══ Excerpted data ══

/**
 * Elementwise evaluation with Excel's broadcasting rules, shared by every host.
 *
 * Each argument is a grid (a single value is 1×1). The result has as many rows
 * as the tallest argument and as many columns as the widest; an argument with
 * one row (or column) is repeated along that axis, so a column against a row
 * gives the full grid. Where an argument is neither 1 nor the full size, the
 * elements it cannot supply are #N/A, as Excel's own array arithmetic does.
 */
import type { ElementwiseSpec, FunctionSpec, ParameterSpec } from './types';
import { InputError, failure, isFailure, type ArgumentInput, type CellFailure, type CellInput, type CellOutput, type Grid } from './values';
import { PhysicsDomainError } from '../physics/errors';
import { qualifiedName } from './naming';

export { NAMESPACE } from './naming';

/** Normalises any argument form into a non-empty grid. */
export function toGrid(input: ArgumentInput): Grid<CellInput> {
  if (input === undefined) return [[null]];
  if (Array.isArray(input)) {
    if (input.length === 0 || input[0].length === 0) return [[null]];
    return input;
  }
  return [[input]];
}

/** Calls a catalog function on raw host arguments and returns its result grid. */
export function evaluate(spec: FunctionSpec, args: readonly ArgumentInput[]): Grid<CellOutput> {
  const qualified = qualifiedName(spec);
  if (args.length > spec.parameters.length && args.slice(spec.parameters.length).some((a) => a !== undefined)) {
    return [[failure('#VALUE!', `${qualified} takes at most ${spec.parameters.length} arguments; got ${args.length}`)]];
  }
  if (spec.kind === 'table') return spec.table();
  return evaluateElementwise(spec, args, qualified);
}

function evaluateElementwise(spec: ElementwiseSpec, args: readonly ArgumentInput[], qualified: string): Grid<CellOutput> {
  const grids = spec.parameters.map((_, i) => toGrid(args[i]));
  const rows = Math.max(...grids.map((g) => g.length));
  const cols = Math.max(...grids.map((g) => g[0].length));
  const out: Grid<CellOutput> = [];
  // Parsed values are cached per argument grid cell: a broadcast row or column
  // is parsed once, not once per output element.
  const parsedCache = grids.map((g) => g.map((row) => new Array<unknown>(row.length)));
  const parsedState = grids.map((g) => g.map((row) => new Uint8Array(row.length)));
  const values = new Array<unknown>(grids.length);
  for (let r = 0; r < rows; r++) {
    const outRow: CellOutput[] = new Array(cols);
    for (let c = 0; c < cols; c++) {
      let error: CellFailure | undefined;
      for (let i = 0; i < grids.length && !error; i++) {
        const g = grids[i];
        const gr = g.length === 1 ? 0 : r;
        const gc = g[0].length === 1 ? 0 : c;
        if (gr >= g.length || gc >= (g[gr]?.length ?? 0)) {
          error = failure('#N/A', `${spec.parameters[i].name} has ${g.length}×${g[0].length} values and cannot fill a ${rows}×${cols} result at row ${r + 1}, column ${c + 1}`);
          break;
        }
        if (parsedState[i][gr][gc] === 0) {
          const parsed = parseElement(spec.parameters[i], g[gr][gc]);
          parsedCache[i][gr][gc] = parsed;
          parsedState[i][gr][gc] = 1;
        }
        const value = parsedCache[i][gr][gc];
        if (isFailure(value)) error = value;
        else values[i] = value;
      }
      outRow[c] = error ?? computeElement(spec, values, qualified);
    }
    out.push(outRow);
  }
  return out;
}

function parseElement(param: ParameterSpec, raw: CellInput): unknown {
  if (isFailure(raw)) return raw;
  try {
    return param.parse(raw);
  } catch (e) {
    return toFailure(e);
  }
}

function computeElement(spec: ElementwiseSpec, values: readonly unknown[], qualified: string): CellOutput {
  try {
    const result = (spec.compute as (...a: unknown[]) => number)(...values);
    if (!Number.isFinite(result)) {
      return failure('#NUM!', `${qualified} has no finite result for these inputs (got ${result})`);
    }
    return result;
  } catch (e) {
    return toFailure(e, qualified);
  }
}

/** Maps an exception to a cell error; never rethrows. */
export function toFailure(e: unknown, qualified?: string): CellFailure {
  if (e instanceof InputError) return failure(e.code, e.message);
  if (e instanceof PhysicsDomainError) return failure('#VALUE!', e.message);
  const detail = e instanceof Error ? e.message : String(e);
  return failure('#VALUE!', `internal error${qualified ? ` in ${qualified}` : ''}: ${detail}`);
}

/** The single value of a 1×1 result, or the grid itself. */
export function unwrapSingle(grid: Grid<CellOutput>): CellOutput | Grid<CellOutput> {
  return grid.length === 1 && grid[0].length === 1 ? grid[0][0] : grid;
}
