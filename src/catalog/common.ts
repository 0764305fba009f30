/**
 * Parameters that many catalog entries share, defined once so that names,
 * units, defaults and allowed ranges cannot drift apart between functions.
 */
import {
  SILICON,
  MATERIAL_CODES,
  dopantCodeProblem,
  typedDopantCodes,
  intrinsicModelCodes,
  mobilityModelCodes,
  defaultMobilityModel,
  SILICON_MINORITY_MOBILITY_MODEL,
  resistivityModelCodes,
  carrierFor,
  genericDopant,
  sampleDopants,
  solveEquilibrium,
  resolveDopant,
  resolveMaterial,
  CARRIER_ROLES,
  type CarrierRole,
  type DopantDensity,
  type Equilibrium,
  type Material,
  type Sample,
} from '../physics';
import { allCodes, perMaterial } from './citedModels';
import { codeParameter, optionalNumber, requiredCode, requiredNumber } from './parameters';
import type { ParameterSpec } from './types';
import { prose } from '../text/prose';

/** Temperatures the core's solvers are built and tested for. */
export const TEMPERATURE_RANGE_K = { min: 20, max: 1000 } as const;
/** Highest dopant density accepted, cm⁻³ (silicon has 5e22 atoms/cm³). */
export const MAX_DENSITY = 1e22;

export const temperature = optionalNumber({
  name: 'temperature_K',
  unit: 'K',
  description: `Lattice temperature in kelvin, ${TEMPERATURE_RANGE_K.min}–${TEMPERATURE_RANGE_K.max} K; blank means 300 K.`,
  defaultValue: 300,
  min: TEMPERATURE_RANGE_K.min,
  max: TEMPERATURE_RANGE_K.max,
});

export const requiredTemperature = requiredNumber({
  name: 'temperature_K',
  unit: 'K',
  description: `Lattice temperature in kelvin, ${TEMPERATURE_RANGE_K.min}–${TEMPERATURE_RANGE_K.max} K.`,
  min: TEMPERATURE_RANGE_K.min,
  max: TEMPERATURE_RANGE_K.max,
});

/** A uniform electric field; the results it drives (velocity, current density) take its sign. */
export const field = requiredNumber({
  name: 'field_V_per_cm',
  unit: 'V/cm',
  description: 'Electric field in V/cm; its sign sets the direction of the result.',
});

export const material = codeParameter<Material>({
  name: 'material',
  description: `Semiconductor: ${MATERIAL_CODES.join(', ')}; blank means Si.`,
  choices: () => MATERIAL_CODES,
  defaultCode: 'Si',
  resolve: resolveMaterial,
});

/**
 * Every dopant code any material accepts as typed, each once, in material
 * order; the material decides which apply. A lone P or N is not among them:
 * it is refused as ambiguous, and "phosphorus" / "nitrogen" are listed instead.
 */
export function allDopantCodes(): readonly string[] {
  return allCodes(typedDopantCodes);
}

/** A material's typed dopant codes without its generic donor and acceptor. */
function namedDopantCodes(host: Material): readonly string[] {
  return typedDopantCodes(host).filter((code) => code !== host.genericDopants.donor && code !== host.genericDopants.acceptor);
}

export const dopant = requiredCode({
  name: 'dopant',
  description: 'Dopant: symbol or name (B, As, phosphorus…), or donor / acceptor; any case. List on the help page.',
  details:
    `By material: ${perMaterial(namedDopantCodes)}; "donor" / "acceptor" (or "n-type" / "p-type") for a generic donor / acceptor. ` +
    'Symbols and element names are accepted in any case. A lone P or N is refused, because it could mean the element ' +
    '(phosphorus, nitrogen) or the conductivity type (p-type, n-type): type "phosphorus" or "acceptor", "nitrogen" or "donor".',
  choices: allDopantCodes,
  problem: dopantCodeProblem,
});

export const doping = requiredNumber({
  name: 'doping',
  unit: 'cm⁻³',
  description: `Density of the dopant in cm⁻³, > 0 and ≤ ${MAX_DENSITY}.`,
  min: 0,
  minExclusive: true,
  max: MAX_DENSITY,
});

function densityArgument(name: string, what: string) {
  return requiredNumber({
    name,
    unit: 'cm⁻³',
    description: `${what} in cm⁻³, 0 to ${MAX_DENSITY}.`,
    min: 0,
    max: MAX_DENSITY,
  });
}

export const donors = densityArgument('donors', 'Donor density');
export const acceptors = densityArgument('acceptors', 'Acceptor density');

export const counterDoping = optionalNumber({
  name: 'counter_doping',
  unit: 'cm⁻³',
  description: `Density of the opposite dopant type (compensation) in cm⁻³, 0 to ${MAX_DENSITY}; blank means 0.`,
  defaultValue: 0,
  min: 0,
  max: MAX_DENSITY,
});

/** Other spellings of the carriers: plurals, and n / p / e / h as engineers abbreviate them. */
export const CARRIER_ALIASES: Readonly<Record<string, string>> = {
  electrons: 'electron',
  holes: 'hole',
  n: 'electron',
  e: 'electron',
  p: 'hole',
  h: 'hole',
};

/** Help-page note on the carrier spellings. */
export const CARRIER_SPELLINGS = 'Any case; electrons / holes, n / p and e / h are accepted for electron / hole.';

export const carrier: ParameterSpec<CarrierRole> = {
  ...codeParameter<CarrierRole>({
    name: 'carrier',
    description: 'Which carrier: majority (the type the dopant supplies), minority, electron (n) or hole (p); blank: majority.',
    choices: () => CARRIER_ROLES,
    defaultCode: 'majority',
    resolve: (code) => code as CarrierRole,
    aliases: CARRIER_ALIASES,
  }),
  details:
    `${CARRIER_SPELLINGS} majority and minority name the dopant’s own carrier type and the other one. With ` +
    `a blank model the mobility model ` +
    'follows the carrier’s role in the sample by net doping (counter_doping included): in Si the minority carrier gets ' +
    `${SILICON_MINORITY_MOBILITY_MODEL} (minority-carrier physics), the majority carrier ${defaultMobilityModel(SILICON)}; ` +
    'other materials use their own fit for both.',
};

/** Display form of the default of a model argument whose blank means the material's own default. */
export const MATERIAL_DEFAULT_TEXT = 'the material’s default';

/**
 * A model argument: any code of any material parses here; a blank is passed
 * on as '' so the core takes the material's default, and the core refuses a
 * code the material has no parameters for, naming what it supports.
 */
function materialModelParameter(
  what: string,
  codesOf: (host: Material) => readonly string[],
  blank?: { readonly description: string; readonly defaultText: string; readonly details: string },
): ParameterSpec<string> {
  const codes = allCodes(codesOf);
  return {
    ...codeParameter<string>({
      name: 'model',
      description:
        blank?.description ??
        `${what}, e.g. ${codesOf(SILICON)[0]}; blank means the material’s ` + `default. Codes by material on the help page.`,
      choices: () => codes,
      defaultCode: '',
      resolve: (code) => code,
    }),
    defaultText: blank?.defaultText ?? MATERIAL_DEFAULT_TEXT,
    details: `${blank === undefined ? '' : `${blank.details} `}Codes by material, default first: ${perMaterial(codesOf)}.`,
  };
}

/** Display form of the default of a mobility model argument (chosen per carrier, see mobilityModel). */
export const MOBILITY_DEFAULT_TEXT = `${SILICON_MINORITY_MOBILITY_MODEL} for Si minority carriers, else the material’s default`;

/** A mobility model argument: a blank chooses per carrier (physics defaultMobilityModelFor). */
export const mobilityModel = materialModelParameter('Mobility model', mobilityModelCodes, {
  description: prose`Mobility model, e.g. ${defaultMobilityModel(SILICON)}; blank:
    ${SILICON_MINORITY_MOBILITY_MODEL} for Si minority carriers, else the material’s default (see help).`,
  defaultText: MOBILITY_DEFAULT_TEXT,
  details:
    `Blank: a carrier that is the sample’s minority carrier by net doping (counter_doping included) gets ` +
    `${SILICON_MINORITY_MOBILITY_MODEL} in Si, the one silicon model with minority-carrier physics; the majority carrier, ` +
    `and both carriers of an exactly compensated sample, get the material’s default (${defaultMobilityModel(SILICON)} in Si). ` +
    'Ge, GaAs and 4H-SiC have one fit each, used for both carriers.',
});

export const resistivityModel = materialModelParameter('Model', resistivityModelCodes);

export const intrinsicModel = materialModelParameter('Intrinsic-density model', intrinsicModelCodes);

export const resistivity = requiredNumber({
  name: 'resistivity',
  unit: 'Ω·cm',
  description: 'Resistivity in Ω·cm, > 0.',
  min: 0,
  minExclusive: true,
});

/** A positive length in µm. */
export function length(name: string, what: string) {
  return requiredNumber({ name, unit: 'µm', description: `${what} in µm, > 0.`, min: 0, minExclusive: true });
}

/** Builds the physics sample for a single-dopant entry with optional counter-doping. */
export function sampleOf(
  materialValue: Material,
  temperatureValue: number,
  dopantCode: string,
  density: number,
  counterDensity: number,
): Sample {
  return {
    material: materialValue,
    temperature: temperatureValue,
    dopant: resolveDopant(materialValue, dopantCode),
    density,
    counterDensity,
  };
}

/** Equilibrium of a sample with donors and acceptors as generic dopants (ELECTRONS, HOLES, FERMILEVEL). */
export function genericEquilibrium(
  materialValue: Material,
  temperatureValue: number,
  donorDensity: number,
  acceptorDensity: number,
): Equilibrium {
  const dopants: DopantDensity[] = [
    { dopant: genericDopant(materialValue, 'donor'), density: donorDensity },
    { dopant: genericDopant(materialValue, 'acceptor'), density: acceptorDensity },
  ];
  return solveEquilibrium(materialValue, temperatureValue, dopants);
}

/** Equilibrium density of a sample's majority or minority carriers (MAJORITY, MINORITY). */
export function sampleCarrierDensity(sample: Sample, role: 'majority' | 'minority'): number {
  const state = solveEquilibrium(sample.material, sample.temperature, sampleDopants(sample));
  return carrierFor(sample.dopant, role) === 'electron' ? state.electrons : state.holes;
}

═══

Only one number is expected: the count of lines above that contain the string "message".

3